■ TRY IT
Among the entries below, find the lines with the word "supplyDewPointC" and copy them.

- - - - -

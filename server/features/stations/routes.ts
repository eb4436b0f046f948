import type { Router } from 'express';
import {
  getStation,
  listStations,
  mergeStations as mergeEndpoint,
  moveStation as moveEndpoint,
  setRuleOff as setRuleOffEndpoint,
  setRuleOn as setRuleOnEndpoint,
} from '#contract/stations.ts';
import type { Deps } from '../../deps.ts';
import { AppError } from '../../http/app-error.ts';
import { mount } from '../../http/mount.ts';
import type { RequestContext } from '../../http/request-context.ts';
import { mergeStations } from './merge-stations.ts';
import { moveStation, type StationParts } from './move-station.ts';
import { presentRuleOff, presentStation } from './present-station.ts';
import { findStationView, listRulesOff, listStationViews } from './station-read-model.ts';
import { setRuleOff, setRuleOn } from './switch-rule.ts';

type StationKey = { readonly teamId: string; readonly stationId: string };

/** What the page of a station shows of another feature. */
export interface StationPageParts extends StationParts {
  /** Its files, newest first, as they cross the wire. */
  filesOfStation(key: StationKey): Promise<StationFiles>;
}
type StationFiles = Awaited<ReturnType<Parameters<typeof mount<typeof getStation>>[3]>>['files'];

export function stationsRoutes(router: Router, deps: Deps, parts: StationPageParts): void {
  const { db } = deps;
  const act = (request: RequestContext) => ({
    personId: personOf(request),
    requestId: request.requestId,
    at: deps.now(),
  });
  const presented = async (key: StationKey) => presentStation(found(await findStationView(db, key)));
  const rulesOff = async (key: StationKey) => (await listRulesOff(db, key)).map(presentRuleOff);

  mount(router, deps, listStations, async ({ params: { teamId }, query }) => {
    const { views, total } = await listStationViews(db, { teamId, ...query });
    const pages = Math.max(1, Math.ceil(total / query.limit));
    return { items: views.map(presentStation), total, page: query.page, pages };
  });
  mount(router, deps, getStation, async ({ params }) => ({
    station: await presented(params),
    files: await parts.filesOfStation(params),
    rulesOff: await rulesOff(params),
  }));
  mount(router, deps, moveEndpoint, async ({ params, body }, request) => {
    await moveStation({ db, ...parts }, { ...params, ...body, ...act(request) });
    return await presented(params);
  });
  mount(router, deps, mergeEndpoint, async ({ params, body }, request) => {
    await mergeStations({ db, ...parts }, { ...params, ...body, ...act(request) });
    return await presented(params);
  });
  mount(router, deps, setRuleOffEndpoint, async ({ params, body }, request) => {
    await setRuleOff(db, { ...params, reason: body.reason, ...act(request) });
    return { rulesOff: await rulesOff(params) };
  });
  mount(router, deps, setRuleOnEndpoint, async ({ params }, request) => {
    await setRuleOn(db, { ...params, ...act(request) });
    return { rulesOff: await rulesOff(params) };
  });
}

function found<T>(thing: T | null): T {
  if (thing === null) throw new AppError('not_found', 'There is no such station in this team.');
  return thing;
}

/** Every rule that changes a station lets only people through. */
function personOf({ actor }: RequestContext): string {
  if (actor.kind !== 'person') throw new AppError('not_signed_in', 'Sign in first.');
  return actor.personId;
}
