import type { HardLimit, HumidityCaps, Limit, Tolerance } from './brief.ts';
import { DERATE_RULE } from './brief-fields.ts';
import type { Fields, Range } from './fields.ts';

export const ROOM_TEMP: Range = { min: -50, max: 60, unit: '°C' };
const PERCENT: Range = { min: 0, max: 100, over: true, unit: '%' };
const INDEX: Range = { min: 0, max: 120, unit: 'index points' };
const KELVIN: Range = { min: 0.1, max: 30, unit: 'K' };
const HOURS: Range = { min: 0, max: 8784, unit: 'h' };

const KINDS = ['fixed', 'adaptive', 'inlet', 'thi', 'shade-heat', 'tower', 'turbine'] as const;

/** Reads what the brief limits; of a kind that is not known, no other field is judged. */
export function readLimit(limit: Fields): Limit {
  const kind = KINDS.find((each) => each === limit.raw('kind'));
  if (kind === undefined) {
    limit.fault('kind', `what the brief limits is needed, one of ${KINDS.join(', ')}`);
    return { kind: 'fixed', tempC: ROOM_TEMP.min };
  }
  const read = limitOfKind(limit, kind);
  limit.refuseOthers();
  return read;
}

function limitOfKind(limit: Fields, kind: Limit['kind']): Limit {
  switch (kind) {
    case 'fixed':
      return { kind, tempC: limit.number('tempC', ROOM_TEMP) };
    case 'adaptive':
      return {
        kind,
        model: limit.choice('model', ['ashrae55-80', 'ashrae55-90', 'en16798-i', 'en16798-ii', 'en16798-iii']),
        ceilingC: limit.numberOrNull('ceilingC', ROOM_TEMP),
      };
    case 'inlet':
      return { kind, tempC: limit.number('tempC', ROOM_TEMP), ...readDerate(limit) };
    case 'thi':
    case 'shade-heat':
      return { kind, value: limit.number('value', INDEX) };
    case 'tower':
      return {
        kind,
        coldC: limit.number('coldC', { min: 0, max: 60, unit: '°C' }),
        rangeK: limit.number('rangeK', KELVIN, 5),
        approachK: limit.number('approachK', KELVIN, 4),
        exchangerK: limit.number('exchangerK', { min: 0, max: 30, unit: 'K' }, 0),
      };
    case 'turbine':
      return { kind, targetC: limit.number('targetC', ROOM_TEMP), floorC: limit.number('floorC', ROOM_TEMP) };
  }
}

export function readCaps(caps: Fields): HumidityCaps {
  const read = {
    ...(caps.has('roomRhPct') ? { roomRhPct: caps.number('roomRhPct', PERCENT) } : {}),
    ...(caps.has('supplyRhPct') ? { supplyRhPct: caps.number('supplyRhPct', PERCENT) } : {}),
    ...(caps.has('supplyDewPointC')
      ? { supplyDewPointC: caps.number('supplyDewPointC', { min: -40, max: 40, unit: '°C' }) }
      : {}),
  };
  caps.refuseOthers();
  return read;
}

export function readTolerance(tolerance: Fields): Tolerance {
  const read = {
    ...(tolerance.has('sharePct') ? { sharePct: tolerance.number('sharePct', { min: 0, max: 100, unit: '%' }) } : {}),
    ...(tolerance.has('hours') ? { hours: tolerance.number('hours', HOURS) } : {}),
    ...(tolerance.has('spellH') ? { spellH: tolerance.number('spellH', HOURS) } : {}),
  };
  tolerance.refuseOthers();
  return read;
}

export function readHardLimit(hard: Fields): HardLimit {
  const read = {
    tempC: hard.number('tempC', ROOM_TEMP),
    hours: hard.number('hours', { ...HOURS, whole: true }, 0),
    ...readDerate(hard),
  };
  hard.refuseOthers();
  return read;
}

function readDerate(fields: Fields): { derate?: string } {
  if (!fields.has('derate')) return {};
  const derate = fields.text('derate');
  if (derate !== DERATE_RULE) fields.fault('derate', `the one rule known is "${DERATE_RULE}"`);
  return { derate };
}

- - - - -

■ RESULT FOR THIS TASK
    ...(caps.has('supplyDewPointC')
      ? { supplyDewPointC: caps.number('supplyDewPointC', { min: -40, max: 40, unit: '°C' }) }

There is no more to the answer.